I have some problems with the language of multilinear forms.
I have to prove that if $dim(V)\le 3$, then every $\omega\in\Lambda^q(V^\ast)$ is such that $\omega\wedge\omega=0$.
I consider the case $n:=dim(V)=3$.
I can write $$ \omega=\sum_{1\le i_1<\dots<i_q\le 3}\omega_{i_1\dots i_q}\epsilon_{i_1}\wedge\dots\wedge\epsilon_{i_q}= \sum_{1\le i_1<i_2<i_3\le 3}\omega_{i_1i_2i_3}\epsilon_{i_1}\wedge\epsilon_{i_2}\wedge\epsilon_{i_3} $$ Then I make a lot of confusions because of the notation and I can't go on with the calculations. Any help?
As by the question linked by Michael, it is generally proved in a course about differential forms that $\alpha\wedge\beta = (-1)^{pq} \beta\wedge\alpha$ where $p$ and $q$ are the degrees of $\alpha$, $\beta$. Using this the result is immediate.

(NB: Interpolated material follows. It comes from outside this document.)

import { route } from '@/lib/http/route'
import { getMarker } from '@/lib/markers/get-marker'
import { operations } from '@/lib/markers/operations'

export const GET = route(operations.getMarker, (actor, { params }) => getMarker(actor, params))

But you could try and prove it, at least in your specific case. Hint: it should not be difficult to prove it for basic 3-forms, that is 3-forms which are product of 1-forms, $\omega=\alpha\wedge\beta\wedge\gamma$, it is basically the definition of skew form. Now how does the general case follow from the one for basic 3-forms?
EDIT I misread the question and my answer was partially incorrect. If the degree of the form is odd the result holds generally (that is no matter what the dimension of the vector space $n$ is) and can be proved along the lines suggested above. If the degree is even the result generally does not hold. In fact it does not hold for 0-forms which are just constants. For 2-forms it holds, quite trivially because the space of 4-forms on a vector space of dimension 3 has dimension 0.